Play on Both Teams: Become a Public Health Pracademic (Part 2)

by Molly J. Gutilla, DrPH, MS

Public Health Pracademics will explore the intersection between academia and practice with an eye toward recognizing those already bridging this gap and encouraging others to embrace efforts to link science and practice.

How to Be a Pracademic
How to Be a Pracademic (part 2)

Pracademics can be found on campuses and in public health practice, yet work in distinct ways from pure academics or pure practitioners.  I engage in several specific actions to develop myself as a pracademic.  Like any type of training, these practices lead to continued refinement of skills and are the elements that distinguish a pracademic from a pure academic or pure practitioner:

Pracademics build and maintain relationships with both academics and practitioners:

Physically being present in both worlds is important to being a pracademic. I am fortunate to work in a college town with a school of public health and a vibrant community of practitioners. While it is not easy to get to or from campus, there is no substitute for personal communication. When I worked primarily in public health practice, I took time to attend lectures on campus and would frequently extend my visit to include a meal or beverage with academics. Now, while working in academia, I make it a priority to attend local Board of Health meetings, serve on funding review committees, attend local health-related coalition gatherings, and regularly socialize with my practitioner friends. The committed pracademic knows that taking the stairs down to the dance floor and up to the balcony is worth the effort required to gain perspective.

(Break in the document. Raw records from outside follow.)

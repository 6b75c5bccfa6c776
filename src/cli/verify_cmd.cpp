// `c2path verify SCENE FILE`: the exported file checked against the scene without the planner.

#include <nlohmann/json.hpp>

#include <cmath>
#include <cstdio>

#include "c2path/error.hpp"
#include "c2path/export.hpp"
#include "c2path/scene_yaml.hpp"
#include "c2path/verify.hpp"
#include "commands.hpp"
#include "report.hpp"

namespace c2path::cli {

namespace {
const char* const kTolerance =
    "finite-difference tolerance: each position is trusted to 64 eps (|q| + |v| |t|) (plus half a count for whole counts); "
    "a k-th divided difference may be off by that times the sum of its weights (2^k/h^k on an even grid), "
    "plus 1e-9 of the limit. Differences of samples never exceed the true peak, so no other slack is needed.";
}  // namespace

CLI::App* add_verify_command(CLI::App& app, VerifyArgs& a) {
  auto* v = app.add_subcommand("verify",
                               "check an exported file against the scene without the planner (finite differences of the samples); "
                               "exit 0 fine, 1 violations, 2 unreadable input");
  v->add_option("SCENE", a.scene, "scene file the export was made from")->required();
  v->add_option("FILE", a.file, "exported setpoints (CSV, PVT or JSON Lines), or - for standard input")->required();
  v->add_option("--units", a.units, "native, or counts when exported with --units counts")->check(CLI::IsMember({"native", "counts"}));
  v->add_option("--rate", a.rate, "rate [Hz] of a file without a 't' column (exported with --time index)");
  v->add_option("--fps", a.fps, "frame rate of a file with only a frame column (23.976 .. 60)");
  v->add_flag("--json", a.json, "print one JSON object");
  return v;
}

int run_verify(const VerifyArgs& a) {
  VerifyOptions o;
  o.counts = a.units == "counts";
  if (a.rate && !a.fps.empty()) throw Error("give --rate or --fps, not both");
  if (a.rate) {
    if (!(std::isfinite(*a.rate) && *a.rate > 0.0 && *a.rate == std::floor(*a.rate)))
      throw Error("--rate for verify must be a whole positive number of Hz (use --fps for frame rates)");
    o.rate = Rational{std::int64_t(*a.rate), 1};
  }
  if (!a.fps.empty()) {
    o.rate = parse_frame_rate(a.fps);
    if (!o.rate) throw Error("--fps " + a.fps + " is not a camera frame rate (23.976, 24, 25, 29.97, 30, 48, 50, 59.94, 60)");
  }
  if (a.scene == "-" && a.file == "-") throw Error("only one of SCENE and FILE can be - (standard input)");
  const Scene scene = load_scene_file(a.scene);
  const VerifyResult r = verify_file(scene, a.file, o);
  const std::string name = a.file == "-" ? "<stdin>" : a.file;

  if (a.json) {
    nlohmann::ordered_json j;
    j["ok"] = r.ok;
    j["file"] = name;
    j["format"] = r.format;
    j["rows"] = r.rows;
    j["t_first"] = r.t_first;
    j["t_last"] = r.t_last;
    j["waypoints"] = scene.waypoints.size();
    j["waypoints_passed"] = r.waypoints_passed;
    j["findings_total"] = r.findings_total;
    nlohmann::ordered_json f = nlohmann::ordered_json::array();
    for (const auto& x : r.findings)
      f.push_back({{"row", x.row}, {"line", x.line}, {"axis", x.axis}, {"check", x.check}, {"message", x.message}});
    j["findings"] = f;
    nlohmann::ordered_json axes = nlohmann::ordered_json::array();
    for (const auto& ax : r.axes)
      axes.push_back({{"name", ax.name}, {"pos_min", ax.pos_min}, {"pos_max", ax.pos_max}, {"vel", ax.vel}, {"acc", ax.acc},
                      {"jerk", ax.jerk}, {"decisive", {{"vel", ax.vel_decisive}, {"acc", ax.acc_decisive}, {"jerk", ax.jerk_decisive}}}});
    j["axes"] = axes;
    j["notes"] = r.notes;
    j["tolerance"] = kTolerance;
    j["caution"] = kCaution;
    std::printf("%s\n", j.dump().c_str());
    return r.ok ? 0 : 1;
  }

  std::printf("verify %s against %s: %s (%zu rows, %s, t %s .. %s s, waypoints passed %zu of %zu)\n", name.c_str(),
              scene.file.c_str(), r.ok ? "OK" : "FAILED", r.rows, r.format.c_str(), num(r.t_first, 9).c_str(),
              num(r.t_last, 9).c_str(), r.waypoints_passed, scene.waypoints.size());
  for (const auto& x : r.findings)
    std::printf("%s:%d: row %zu: %s%s%s\n", name.c_str(), x.line, x.row, x.axis.empty() ? "" : "axis '",
                x.axis.empty() ? "" : (x.axis + "': ").c_str(), x.message.c_str());
  if (r.findings_total > r.findings.size())
    std::printf("... and %zu more findings\n", r.findings_total - r.findings.size());
  std::printf("peaks from the samples' differences:\n");
  for (std::size_t i = 0; i < r.axes.size(); ++i) {
    const auto& ax = r.axes[i];
    std::printf("  %-10s pos %s .. %s  |vel| %s  |acc| %s  |jerk| %s\n", ax.name.c_str(), num(ax.pos_min).c_str(),
                num(ax.pos_max).c_str(), num(ax.vel).c_str(), num(ax.acc).c_str(), num(ax.jerk).c_str());
  }
  for (const auto& n : r.notes) std::printf("note: %s\n", n.c_str());
  std::printf("%s\n", kTolerance);
  std::printf("%s\n", kCaution);
  return r.ok ? 0 : 1;
}

}  // namespace c2path::cli
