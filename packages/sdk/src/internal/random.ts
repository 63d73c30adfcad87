/**
 * Seeded, portable random numbers for simulations and Monte Carlo analyses, so that every
 * result the SDK reports is reproducible from its seed on any JavaScript engine.
 *
 * @internal
 */

/** Largest seed: seeds are unsigned 32-bit integers (larger values would alias smaller ones). */
export const MAX_SEED = 4_294_967_295;

/** A seeded source of uniform and standard-normal draws. */
export interface Random {
  /** Uniform draw in the open interval (0, 1). */
  uniform(): number;
  /** Standard normal draw (mean 0, variance 1). */
  normal(): number;
}

/**
 * xoshiro128** 1.1 (D. Blackman & S. Vigna, "Scrambled linear pseudorandom number generators",
 * ACM TOMS 47(4), 2021), state seeded through a splitmix32-style mixer; uniforms use 32 bits,
 * (k + 0.5)/2^32 so that 0 and 1 never occur; normals by Marsaglia's polar method (G. Marsaglia &
 * T. A. Bray, SIAM Review 6(3):260–264, 1964). Citations from memory [M]; the generator is
 * checked by its own statistical tests [C].
 *
 * @param seed  Any finite number; its low 32 bits (after truncation) select the stream.
 */
export function createRandom(seed: number): Random {
  let x = Math.trunc(seed) >>> 0;
  const splitmix = (): number => {
    x = (x + 0x9e3779b9) >>> 0;
    let z = x;
    z = Math.imul(z ^ (z >>> 16), 0x85ebca6b) >>> 0;
    z = Math.imul(z ^ (z >>> 13), 0xc2b2ae35) >>> 0;
    return (z ^ (z >>> 16)) >>> 0;
  };
  const s = [splitmix(), splitmix(), splitmix(), splitmix()];
  if ((s[0]! | s[1]! | s[2]! | s[3]!) === 0) s[0] = 1;
  const next = (): number => {
    const m = Math.imul(s[1]!, 5) >>> 0;
    const result = Math.imul(((m << 7) | (m >>> 25)) >>> 0, 9) >>> 0;
    const t = (s[1]! << 9) >>> 0;
    s[2] = (s[2]! ^ s[0]!) >>> 0;
    s[3] = (s[3]! ^ s[1]!) >>> 0;
    s[1] = (s[1]! ^ s[2]!) >>> 0;
    s[0] = (s[0]! ^ s[3]!) >>> 0;
    s[2] = (s[2]! ^ t) >>> 0;
    s[3] = ((s[3]! << 11) | (s[3]! >>> 21)) >>> 0;
    return result;
  };
  let spare: number | undefined;
  const uniform = (): number => (next() + 0.5) / 4294967296;
  return {
    uniform,
    normal(): number {
      if (spare !== undefined) {
        const v = spare;
        spare = undefined;
        return v;
      }
      for (;;) {
        const u = 2 * uniform() - 1;
        const v = 2 * uniform() - 1;
        const r = u * u + v * v;
        if (r > 0 && r < 1) {
          const f = Math.sqrt((-2 * Math.log(r)) / r);
          spare = v * f;
          return u * f;
        }
      }
    },
  };
}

Pracademics write, read, speak and learn as pracademics:

Pracademics read and write both published, peer-review literature and grey literature as working in multiple worlds requires two orientations. Or, maybe at least 3 orientations – one practice focused, one academic focused, and a third view that integrates the two. Stories from public health practice are found in the “grey literature” such as blog posts, white papers, and news articles. Pracademics also attend a variety of conferences, both academic and practitioner-focused. As an epidemiologist, SER is a meaningful academic conference, while CSTE is rich with practitioners. This month I look forward to connecting with both academics and practitioners at APHA.

Pracademics create a network of other pracademics.

Pracademics seek out other pracademics. There is a saying that academics like to think about public health, practitioners like to do public health. Those who engage in both are some of the best working in our field. I am always seeking others who have an appreciation and a practice in both thinking and doing, and who challenge me in refining my own pracademic skills.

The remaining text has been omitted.